Sur les frais liés au litige :
6. M. A... a obtenu l’aide juridictionnelle totale. Il y a lieu, dans les circonstances de l’espèce, de faire application des dispositions de l’article 37 de la loi du 10 juillet 1991 et de mettre à la charge de l’OFII, partie perdante, le versement de la somme de 1 000 euros au bénéfice de Me Yousfi, et sous réserve alors que Me Yousfi renonce à percevoir la part contributive de l’Etat à l’aide juridictionnelle.




D E C I D E :


Article 1er : La décision du directeur territorial de l’Office français de l'immigration et de l'intégration du 1er février 2024 est annulée.

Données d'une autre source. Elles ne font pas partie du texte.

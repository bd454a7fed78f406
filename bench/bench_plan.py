"""Benchmark ``routerisk plan``: 40 runs, 2 vehicles, a 12-hour day at 15-minute steps.

Run by hand:  python bench/bench_plan.py [--runs 40]

Runs are seeded random start/end street corners of the sample town, each with the whole
06:00-18:00 window. Times, in one run: the network load, scoring every candidate (with
alternatives where a plan breaks a rule), and the exact solve; the baseline is scoring the same
candidates with networkx (shortest path per run + summing edge risk in Python per start).
Writes bench/results/plan_<runs>.json.
"""

from __future__ import annotations

import argparse
import datetime as dt
import json
import sys
import time
from pathlib import Path

HERE = Path(__file__).resolve().parent
sys.path.insert(0, str(HERE.parent))


def main() -> None:
    import networkx as nx
    import numpy as np

    from routerisk import datasets
    from routerisk.analysis import dayplan, planning
    from routerisk.analysis.scoring import edge_risk_parts, minute_of_week
    from routerisk.network.folder import build_network

    ap = argparse.ArgumentParser(description=__doc__.splitlines()[0])
    ap.add_argument("--runs", type=int, default=40)
    ap.add_argument("--seed", type=int, default=5)
    args = ap.parse_args()
    net = build_network(datasets.get_path("town"), timezone="Etc/GMT+3")
    G = net.graph
    rng = np.random.default_rng(args.seed)
    nodes = sorted(G.nodes)
    runs = []
    pairs = []
    for i in range(args.runs):
        a, b = (nodes[j] for j in rng.choice(len(nodes), 2, replace=False))
        pairs.append((a, b))
        runs.append(
            planning.RunSpec(
                name=f"run-{i + 1:02d}",
                earliest=6 * 60,
                latest=18 * 60,
                start=(G.nodes[a]["lat"], G.nodes[a]["lon"]),
                end=(G.nodes[b]["lat"], G.nodes[b]["lon"]),
            )
        )
    date = dt.date(2027, 3, 9)
    t0 = time.perf_counter()
    plan = dayplan.plan_day(net, runs, date, vehicles=2, step_min=15)
    t_plan = time.perf_counter() - t0
    # baseline: networkx shortest path per run, edge risk summed per start with pandas
    t0 = time.perf_counter()
    tz = net.timezone
    for a, b in pairs:
        path = nx.shortest_path(G, a, b, weight="travel_time")
        keys = [
            (u, v, min(G[u][v], key=lambda k: G[u][v][k]["travel_time"]))
            for u, v in zip(path[:-1], path[1:], strict=True)
        ]
        rows = net.edges.loc[keys]
        for t in range(6 * 60, 18 * 60, 15):
            when = dt.datetime.combine(date, dt.time(0), tzinfo=tz) + dt.timedelta(minutes=t)
            edge_risk_parts(rows, net.profile, minute_of_week(when)).total.sum()
    t_base = time.perf_counter() - t0
    d = plan.to_dict()
    result = {
        "runs": args.runs,
        "vehicles": 2,
        "step_min": 15,
        "status": d["status"],
        "placed": len(d["runs"]),
        "seconds_plan": t_plan,
        "seconds_baseline_scoring_only": t_base,
        "ratio": t_plan / t_base,
    }
    print(f"{'stage':44s} {'seconds':>8s}")
    print(f"{'routerisk plan (score + alternatives + solve)':44s} {t_plan:8.2f}")
    print(f"{'baseline: networkx paths + pandas scoring':44s} {t_base:8.2f}")
    print(
        f"status {d['status']}, {len(d['runs'])} of {args.runs} runs placed, ratio "
        f"{t_plan / t_base:.2f}"
    )
    out = HERE / "results"
    out.mkdir(exist_ok=True)
    (out / f"plan_{args.runs}.json").write_text(json.dumps(result, indent=2, sort_keys=True))


if __name__ == "__main__":
    main()
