def test_each_edge_scored_when_reached():
    # Depart 07:59:50: edge (1,2) is entered at 07:59:50 (outside), (2,3) at 08:00:00 (inside).
    s = Scorer(hand_network()).score("hand", ROUTE, _at(7, 59) + dt.timedelta(seconds=50))
    assert s.by_category["school"] == pytest.approx(0.6)
    assert len(s.rule_breaks) == 1


def test_partial_edges_scale():
    s = Scorer(hand_network()).score("hand", ROUTE, _at(11, 0), fractions=[0.5, 1.0, 0.5])
    assert s.length_km == pytest.approx(0.2)
    assert s.risk == pytest.approx(0.035 + 0.5 + 0.01)


def test_route_risk_is_sum_of_segments():
    s = Scorer(hand_network()).score("hand", ROUTE, _at(15, 0))
    assert s.segments["risk"].sum() == pytest.approx(s.risk)
    assert s.hotspots[0]["edge"] == [2, 3, 0]
    # at 15:00 on edge (2,3): school 0.2, crossings 0.2, baseline 0.1 (ties by name)
    assert s.hotspots[0]["reasons"] == ["crossings", "school", "street baseline"]


def test_relative_index_is_one_for_the_average_km():
    # Driving every edge of the network once (each at the same minute) is the average km.
    net = hand_network()
    sc = Scorer(net)
    all_edges = list(net.edges.index)
    risks = [sc.score("e", [e], _at(11, 0)).risk for e in all_edges]
    avg = sum(risks) / (0.1 * len(all_edges))
    assert float(sc.network_risk_per_km([11 * 60 + 1440])[0]) == pytest.approx(avg)


# -- issue 17, point 10: time profiles on the street baseline and on crossings -----------------
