"""Write an invented city for benchmarks and scale tests.

Usage::

    python bench/make_city.py --edges 100000 --seed 1 --out city.osm.pbf
    python bench/make_city.py --edges 100000 --seed 1 --copies 1000 --out copies.osm

``--copies N`` (.osm only) also copies N roads over their own nodes, three in four of them
one-way roads, the rest two-way roads copied as one-way (``routerisk.testing.copies``), as
duplicate digitising leaves them. Prints the summary of
:func:`routerisk.testing.synthetic.write_city` as JSON, with the seconds taken.
"""

from __future__ import annotations

import argparse
import sys
import time
from collections.abc import Sequence
from pathlib import Path

try:
    from routerisk.errors import RouteriskError
    from routerisk.io.atomic import check_target, dumps_json
    from routerisk.testing import copies, synthetic
except ModuleNotFoundError:  # run from a checkout without installing the package
    sys.path.insert(0, str(Path(__file__).resolve().parents[1]))
    from routerisk.errors import RouteriskError
    from routerisk.io.atomic import check_target, dumps_json
    from routerisk.testing import copies, synthetic


def _centre(text: str) -> tuple[float, float]:
    try:
        lat, lon = (float(v) for v in text.split(","))
    except ValueError:
        raise argparse.ArgumentTypeError(f"expected LAT,LON, got {text!r}") from None
    return lat, lon


def main(argv: Sequence[str] | None = None) -> int:
    """Parse the options, write the city and print its summary."""
    parser = argparse.ArgumentParser(description=__doc__.splitlines()[0])
    parser.add_argument("--edges", type=int, required=True,
                        help="directed drivable edges after simplification (about)")  # fmt: skip
    parser.add_argument("--seed", type=int, default=0, help="random seed (default 0)")
    parser.add_argument("--out", required=True, help="output file, .osm.pbf or .osm")
    parser.add_argument(
        "--centre", type=_centre, default=synthetic.DEFAULT_CENTRE, metavar="LAT,LON",
        help="city centre (default 30,-45: open ocean)",
    )  # fmt: skip
    parser.add_argument("--force", action="store_true", help="replace an existing file")
    parser.add_argument("--copies", type=int, default=0,
                        help="roads to copy over their own nodes (.osm only; default 0)")  # fmt: skip
    args = parser.parse_args(argv)
    if args.copies and not args.out.endswith(".osm"):
        parser.error("--copies needs an .osm output")
    start = time.perf_counter()
    try:
        city = args.out
        if args.copies:  # the city goes next to out first: no copy-less file at out
            check_target(args.out, force=args.force, folder=False)
            city = f"{args.out}.city.osm"
        summary = synthetic.write_city(
            city, edges=args.edges, seed=args.seed, centre=args.centre, force=args.force
        )
        if args.copies:
            oneway = args.copies * 3 // 4
            summary["copies"] = copies.write_with_copies(
                city, args.out, oneway=oneway, twoway=args.copies - oneway, seed=args.seed
            )
            Path(city).unlink()
    except RouteriskError as exc:
        print(f"error: {exc.one_line()}", file=sys.stderr)
        return 2
    summary["seconds"] = round(time.perf_counter() - start, 2)
    print(dumps_json(summary))
    return 0


if __name__ == "__main__":
    raise SystemExit(main())
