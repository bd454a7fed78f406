"""Write a plain street grid as OSM XML: every node an intersection, a few schools and shops.

Usage::

    python bench/make_grid.py --size 160 --out grid.osm

``size`` x ``size`` intersections 100 m apart, joined by two-way residential streets (one way
per row and per column), placed in open ocean (30 N, 45 W) like the generated cities, so no
real place is drawn. Twenty schools and twenty shops are scattered with a fixed seed, so
fewer than one edge in ten lies within any source's reach. The output is deterministic.
"""

from __future__ import annotations

import argparse
import math
from collections.abc import Sequence
from pathlib import Path

import numpy as np

SPACING_M = 100.0
CENTRE = (30.0, -45.0)  # lat, lon


def write_grid(out: str | Path, size: int, *, seed: int = 0) -> dict[str, int]:
    """Write the grid to ``out``; return its counts."""
    lat0, lon0 = CENTRE
    dlat = SPACING_M / 111_320.0
    dlon = SPACING_M / (111_320.0 * math.cos(math.radians(lat0)))
    half = (size - 1) / 2
    lines = [
        '<?xml version="1.0" encoding="UTF-8"?>',
        '<osm version="0.6" generator="routerisk bench/make_grid.py">',
    ]
    lat_max, lon_max = lat0 + (half + 1) * dlat, lon0 + (half + 1) * dlon
    lines.append(
        f'  <bounds minlat="{2 * lat0 - lat_max:.7f}" minlon="{2 * lon0 - lon_max:.7f}"'
        f' maxlat="{lat_max:.7f}" maxlon="{lon_max:.7f}"/>'
    )

    def nid(i: int, j: int) -> int:
        return 1 + i * size + j

    for i in range(size):
        for j in range(size):
            lat, lon = lat0 + (i - half) * dlat, lon0 + (j - half) * dlon
            lines.append(f'  <node id="{nid(i, j)}" version="1" lat="{lat:.7f}" lon="{lon:.7f}"/>')
    rng = np.random.default_rng(seed)
    extra = size * size + 1
    pois = []
    for kind, tag in (("school", ("amenity", "school")), ("shop", ("shop", "bakery"))):
        for k in range(20):
            lat = lat0 + float(rng.uniform(-half, half)) * dlat
            lon = lon0 + float(rng.uniform(-half, half)) * dlon
            pois.append(
                f'  <node id="{extra}" version="1" lat="{lat:.7f}" lon="{lon:.7f}">'
                f'<tag k="{tag[0]}" v="{tag[1]}"/><tag k="name" v="{kind} {k + 1}"/>'
                "</node>"
            )
            extra += 1
    lines += pois
    way = 1
    for i in range(size):  # rows, then columns
        refs = "".join(f'<nd ref="{nid(i, j)}"/>' for j in range(size))
        lines.append(
            f'  <way id="{way}" version="1">{refs}<tag k="highway" v="residential"/>'
            f'<tag k="name" v="Row {i + 1}"/></way>'
        )
        way += 1
    for j in range(size):
        refs = "".join(f'<nd ref="{nid(i, j)}"/>' for i in range(size))
        lines.append(
            f'  <way id="{way}" version="1">{refs}<tag k="highway" v="residential"/>'
            f'<tag k="name" v="Column {j + 1}"/></way>'
        )
        way += 1
    lines.append("</osm>")
    Path(out).write_text("\n".join(lines) + "\n", encoding="utf-8")
    return {
        "intersections": size * size,
        "directed_edges": 4 * size * (size - 1),
        "sources": len(pois),
    }


def main(argv: Sequence[str] | None = None) -> int:
    """Parse the options and write the grid."""
    parser = argparse.ArgumentParser(description=__doc__.splitlines()[0])
    parser.add_argument("--size", type=int, default=160, help="intersections per side (160)")
    parser.add_argument("--seed", type=int, default=0, help="seed of the source places (0)")
    parser.add_argument("--out", required=True, help="output .osm file")
    args = parser.parse_args(argv)
    print(write_grid(args.out, args.size, seed=args.seed))
    return 0


if __name__ == "__main__":
    raise SystemExit(main())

Article 2 : Il est enjoint à l’Office français de l'immigration et de l'intégration de réexaminer la situation de M. A... dans le délai d’un mois.

Article 3 : L’OFII versera une somme de 1 000 euros à Me Yousfi en application des dispositions de l’article L. 761-1 du code de justice administrative et de l’article 37 alinéa 2 de la loi du 10 juillet 1991 relative à l’aide juridique, sous réserve que Me Yousfi renonce à percevoir la somme correspondant à la part contributive de l’État au titre de l’aide juridictionnelle.

Article 4 : Le présent jugement sera notifié à M. B... A... A..., à Me Yousfi et à l’Office français de l’immigration et de l’intégration.


Délibéré après l'audience du 20 novembre 2025, à laquelle siégeaient :

Mme Galle, présidente,
M. Bellec, premier conseiller,
Mme Delacour, première conseillère.


Rendu public par mise à disposition au greffe le 4 décembre 2025.


Le rapporteur,
Signé
C. Bellec

La présidente,
Signé
C. Galle


La greffière,

Signé

A. Hussein


La République mande et ordonne au ministre de l’intérieur en ce qui le concerne et à tous commissaires de justice à ce requis en ce qui concerne les voies de droit commun contre les parties privées, de pourvoir à l’exécution de la présente décision.